– Вот, смотри. Это какой-то кувшин на экспозиции, вот, вот сейчас. Видел, как он блеснул? Я перемотаю, – он вернул видео на несколько секунд назад. – Смотри внимательно. Я сначала думал, что это свет фонарика в нём отражается, но нет, это он сам засветился, и более того, смотри дальше.

– Перемотай ещё раз, – попросил Финн. – Карл, иди сюда, тут, правда, что-то интересное.

– Вы серьёзно? – он только уселся за рабочее место и встал с большой неохотой.

Кувшин на видео на самом деле сначала блеснул, а потом, спустя буквально пару секунд пошевелился. Разобрать было сложно, но он словно слегка взлетел. Затем ещё чуть выше, и после, когда охранник убежал, плавно опустился на место.

– Твою мать! – Финн был просто в восторге. – Это самая крутая хрень, какую я видел в своей жизни. Ты мне, конечно, не нравишься, не обольщайся, но сейчас ты прям отжёг. Я должен рассказать Дарье, мы обязаны изучить этот кувшин! – Финн ходил быстрыми большими шагами по кабинету, запустив пальцы обеих рук в остатки волос у себя на затылке.

– Погоди, – остановил его Ник. – Дарья очень скептически относится к твоим мистификациям, давай лучше я. Мне пока ещё не довелось испортить о себе мнение, возможно, она прислушается.

– Знаешь, Финн, – Карл был растерян. Он знал, что он видел, но насколько этому можно было верить? Мистер Гатри аккуратно поправил очки на носу. – Я согласен с Ником. Это будет правильнее.

– Но если она даст добро, пойдём туда вместе! – едва ли не крича от возбуждения, пролепетал Берггольц.

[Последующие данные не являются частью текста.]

import type { Expr, Line, RelationSign } from './expression.ts';
import { joinParts, type Join, type Part } from './read-joins.ts';
import { readInterval, readSet, startsSet } from './read-sets.ts';
import { readSentence, startsDefinition } from './read-sentences.ts';
import type { Reader } from './reader.ts';
import type { TokenKind } from './token-table.ts';

const RELATIONS: Partial<Record<TokenKind, RelationSign>> = {
  '=': '=',
  '<': '<',
  '>': '>',
  '<=': '<=',
  '>=': '>=',
  '!=': '!=',
  approx: 'approx',
};

/** All that one line says. */
export function readWholeLine(reader: Reader): Line {
  skipConnectives(reader);
  if (reader.is('end-of-line')) reader.fail('empty', ['number', 'letter']);
  const line = RELATIONS[reader.token.kind] ? readContinuation(reader) : readStatements(reader);
  if (reader.is('.') && reader.peek(1).kind === 'end-of-line') reader.next();
  if (!reader.is('end-of-line')) unexpected(reader);
  return line;
}

/** An arrow or "so" before a line says only that it follows. */
function skipConnectives(reader: Reader): void {
  while (reader.is('implies') || (reader.is('text') && CONNECTIVES.has(wordsOf(reader)))) reader.next();
}

const CONNECTIVES = new Set(['', 'so', 'hence', 'thus', 'therefore', 'then', 'i.e.', 'and so', 'that is']);

function wordsOf(reader: Reader): string {
  return reader.token.text
    .toLowerCase()
    .replace(/[\s,:~]+/g, ' ')
    .trim();
}

function unexpected(reader: Reader): never {
  const { kind } = reader.token;
  if (CLOSERS.has(kind)) return reader.fail('extra-bracket', []);
  if (kind === '|') return reader.fail('missing-bracket', ['|']);
  if (kind === 'text' || kind === 'or' || kind === 'and') return reader.fail('text', []);
  if (kind === 'implies') return reader.fail('bad-relation', ['=']);
  return reader.fail('missing-operand', ['+', '=']);
}

const CLOSERS = new Set<TokenKind>([')', ']', '}', 'set)', 'floor)', 'ceil)', 'end', 'close.', '&']);

/** Statements joined by or, and, commas; also the content of a `cases` block. */
export function readStatements(reader: Reader): Line {
  const { start } = reader.token;
  const first = readStatement(reader);
  let join = takeJoin(reader);
  if (!join) return first;
  const parts: Part[] = [{ line: first, join: 'and' }];
  while (join) {
    parts.push({ line: readStatement(reader), join });
    join = takeJoin(reader);
  }
  return joinParts(reader, parts, start);
}

function takeJoin(reader: Reader): Join | null {
  const { kind } = reader.token;
  if (kind === 'or' || kind === 'and') {
    reader.next();
    return kind;
  }
  if (kind === 'text') return takeWordJoin(reader);
  if (kind !== ',' && kind !== ';') return null;
  reader.next();
  return takeJoin(reader) ?? 'comma';
}

function takeWordJoin(reader: Reader): Join | null {
  const words = wordsOf(reader);
  const join =
    words === 'or'
      ? 'or'
      : words === 'and' || words === 'where' || words === 'for' || words === 'with' || words === 'if'
        ? 'and'
        : null;
  if (join || words === '') reader.next();
  return words === '' ? takeJoin(reader) : join;
}

function readStatement(reader: Reader): Line {
  const { start } = reader.token;
  const sentence = readSentence(reader);
  if (sentence) return sentence;
  if (startsBlock(reader)) return readBlock(reader);
  if (startsGroup(reader)) return readGroup(reader);
  if (startsSetBuilder(reader)) return readSetBuilder(reader);
  if (namesSolutions(reader)) {
    reader.next();
    reader.next();
  }
  if (startsSet(reader)) return readBareSet(reader);
  const name = startsDefinition(reader);
  const before = reader.functions;
  if (name) reader.functions = [...before, name];
  const left = reader.grammar.sum(reader);
  reader.functions = before;
  const line = readRelations(reader, left, start);
  return name ? asDefinition(line) : line;
}

/** `S=\{2\}`: the set of solutions under the name that some give it. */
function namesSolutions(reader: Reader): boolean {
  const after = reader.peek(2).kind;
  return (
    (reader.token.text === 'S' || reader.token.text === 'L') &&
    reader.peek(1).kind === '=' &&
    (after === 'set(' || after === 'empty')
  );
}

/** `\{x\in\R\mid x>2\}` says what its condition says. */
function startsSetBuilder(reader: Reader): boolean {
  if (!reader.is('set(') || reader.peek(1).kind !== 'letter') return false;
  const bar = reader.peek(reader.peek(2).kind === 'in' && reader.peek(3).kind === 'number-set' ? 4 : 2).kind;
  return bar === '|' || bar === ':';
}

function readSetBuilder(reader: Reader): Line {
  const { start } = reader.next();
  while (!reader.is('|') && !reader.is(':')) reader.next();
  reader.next();
  const line = reader.inside(readStatements);
  reader.expect('set)', 'missing-bracket', '\\}');
  return { ...line, span: reader.span(start) };
}

/** `f(x) = ..` introduces f; a chain is left as it is. */
function asDefinition(line: Line): Line {
  if (line.kind !== 'relation' || line.left.kind !== 'apply') return line;
  const params = line.left.args.map((arg) => (arg.kind === 'letter' ? arg.name : ''));
  return { kind: 'definition', name: line.left.name, params, value: line.right, span: line.span };
}

function readRelations(reader: Reader, left: Expr, start: number): Line {
  if (reader.is('in') || reader.is('notin')) {
    const negated = reader.next().kind === 'notin';
    const set = readSet(reader);
    return { kind: 'membership', letter: left, set, negated, span: reader.span(start) };
  }
  if (reader.is('=') && left.kind === 'letter' && reader.peek(1).kind === 'set(' && reader.peek(2).kind !== 'begin') {
    reader.next();
    return { kind: 'membership', letter: left, set: readSet(reader), negated: false, span: reader.span(start) };
  }
  if (reader.take(':=')) {
    const value = reader.grammar.sum(reader);
    if (left.kind !== 'letter') return reader.fail('bad-relation', ['='], left.span);
    return { kind: 'definition', name: left.name, params: [], value, span: reader.span(start) };
  }
  const members = [left];
  const signs = readMembers(reader, members);
  if (signs.length === 0) return { kind: 'expression', expr: left, span: reader.span(start) };
  if (signs.length > 1) return { kind: 'chain', members, signs, span: reader.span(start) };
  return { kind: 'relation', left, sign: signs[0]!, right: members[1]!, span: reader.span(start) };
}

function readMembers(reader: Reader, members: Expr[]): RelationSign[] {
  const signs: RelationSign[] = [];
  for (;;) {
    const isTyped = reader.is('!') && reader.flip === 'unequal' && reader.peek(1).kind === '=';
    const sign = isTyped ? '!=' : RELATIONS[reader.token.kind];
    if (!sign) return signs;
    if (isTyped) reader.next();
    reader.next();
    if (RELATIONS[reader.token.kind]) reader.fail('bad-relation', ['number', 'letter']);
    signs.push(sign);
    members.push(reader.grammar.sum(reader));
  }
}

function readContinuation(reader: Reader): Line {
  const { start } = reader.token;
  reader.flags.add('continues');
  const members: Expr[] = [];
  const signs = readMembers(reader, members);
  return { kind: 'continuation', members, signs, span: reader.span(start) };
}

function startsBlock(reader: Reader): boolean {
  const at = reader.is('set(') ? 1 : 0;
  const token = reader.peek(at);
  return (
    token.kind === 'begin' &&
    (token.text === 'cases' ||
      (at === 1 && (token.text === 'array' || token.text === 'matrix' || token.text === 'aligned')))
  );
}

/** `\begin{cases} .. \end{cases}` or a left brace before an array: one statement a row. */
function readBlock(reader: Reader): Line {
  const { start } = reader.token;
  const braced = reader.take('set(');
  const environment = reader.next().text;
  const line = reader.inside(() => {
    const parts: Part[] = [];
    do {
      if (reader.is('end') && parts.length > 0) break;
      reader.take('&');
      parts.push({ line: readRow(reader), join: 'comma' });
      if (!reader.take(',')) reader.take(';');
    } while (reader.take('newline'));
    return parts.length === 1 ? parts[0]!.line : joinParts(reader, parts, start);
  });
  if (!reader.is('end') || reader.token.text !== environment) reader.fail('missing-bracket', [`\\end{${environment}}`]);
  reader.next();
  if (braced && !reader.take('close.') && reader.is('set)')) reader.next();
  return line;
}

/** One row; alignment marks before its relation are layout only. */
function readRow(reader: Reader): Line {
  const { start } = reader.token;
  const left = reader.grammar.sum(reader);
  reader.take('&');
  if (!RELATIONS[reader.token.kind] && !reader.is('in') && !reader.is('notin')) reader.fail('bad-relation', ['=']);
  const sign = reader.peek(1).kind === '&' ? reader.token.kind : null;
  if (!sign) return readRelations(reader, left, start);
  const relation = RELATIONS[sign];
  reader.next();
  reader.next();
  if (!relation) return reader.fail('bad-relation', ['=']);
  return { kind: 'relation', left, sign: relation, right: reader.grammar.sum(reader), span: reader.span(start) };
}

/** `(x>1 and x<2) or ..`: a bracket that holds a relation. */
function startsGroup(reader: Reader): boolean {
  if (!reader.is('(')) return false;
  let depth = 0;
  for (let at = 0; ; at += 1) {
    const { kind } = reader.peek(at);
    if (kind === '(' || kind === '{' || kind === 'set(') depth += 1;
    if (kind === ')' || kind === '}' || kind === 'set)') depth -= 1;
    if (depth === 0 || kind === 'end-of-line') return false;
    if (depth === 1 && (RELATIONS[kind] || kind === 'in' || kind === 'notin')) return true;
  }
}

function readGroup(reader: Reader): Line {
  const { start } = reader.next();
  const line = reader.inside(readStatements);
  reader.expect(')', 'missing-bracket', ')');
  return { ...line, span: reader.span(start) };
}

function readBareSet(reader: Reader): Line {
  const { token } = reader;
  const isPoint = token.kind === '(' && reader.choose('interval');
  if (isPoint) return readRelations(reader, reader.grammar.sum(reader), token.start);
  const set = token.kind === '[' && !reader.choose('interval') ? readInterval(reader) : readSet(reader);
  if (set.kind === 'empty') return { kind: 'none', span: set.span };
  return { kind: 'membership', letter: null, set, negated: false, span: reader.span(token.start) };
}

Ник сразу же отправился к кабинету Дарьи и постучал в дверь. Она пришла на работу на полчаса раньше остальных и уже полностью закопалась в бумаги. “Да”, – было брошено достаточно небрежно, словно из глубины мыслей.

– Доброе утро! Можно?

– А? – она, всё-таки, отвлеклась от бумаг. – Да, заходи. Как вчера всё прошло? Ввели в курс дела?

– Да, прошло хорошо, я понял, что и как, и сегодня планирую взяться за находки, и вот об этом я и хотел поговорить.

Волосы Дарьи, как и вчера, были собраны в хвост, но сегодня на ней был лабораторный белый халат, и он придавал её виду строгости гораздо больше, чем костюм.

– Что-то случилось?

– Можно и так сказать. Вчера я попросил у охранника записи видеонаблюдения с той ночи, после которой уволился его коллега и увидел там кое-что очень интересное.

– Подожди, – Дарья аккуратно положила ручку на стол и сложила руки, скрестив пальцы. – То есть в первый же день ты решил пойти по стопам Финна?

– Я прошу прощения. Да, – он быстрым шагом прошёл вглубь кабинета и сел на стул, слегка наклонившись вперёд, – это выглядит не самым лучшим образом, но там правда есть на что посмотреть. Я мог бы рассказать, но это будет звучать как бред сумасшедшего, поэтому я хотел бы показать.

Дарья очень неохотно поддалась на уговоры, но всё же подошла к компьютеру Финна и посмотрела загадочное видео.

– Я хотел бы снять этот кувшин с экспозиции, не знаю, сказать, что на реставрацию, например, и изучить его как следует.

– В этом зале выставлен всего один кувшин и его привёз сюда из Норвегии мой отец, – очень задумчиво проговорила Дарья. – Я думаю, мне стоит самой на него посмотреть.

– Я с вами! – подскочил Финн.

– Нет, Финн, – ответила она строгим голосом, – у нас очень много работы. Я возьму с собой Ника, он всё равно пока пользы не приносит, а вы с Карлом занимайтесь делом, пожалуйста, вы же знаете, что у нас завал. Если там и правда есть на что смотреть, мы принесём кувшин сюда.

Сказать, что Финн был недоволен ответом – это словно промолчать. Карл же едва заметно ухмыльнулся.

Музей открывался для посещения только через час, и в залах ещё было пусто, но всё вокруг уже было залито золотым солнечным светом. Когда они подошли к витрине, на которой красовался тот самый кувшин, Дарья долго рассматривала его со всех сторон, задумчиво сдвинув брови. Самая обычная глиняная посуда сантиметров пятьдесят в высоту. В нём не было ничего примечательного: лёгкие орнаменты по периметру горлышка и на шейке, надписи, подобные тем, что находили на рунных камнях, на тулове. Судя по табличке, что описывала данный экспонат, эти письмена восхваляли Всеотца и сынов его, поэтому учёные, что занимались этой находкой, причислили его к ритуальной посуде.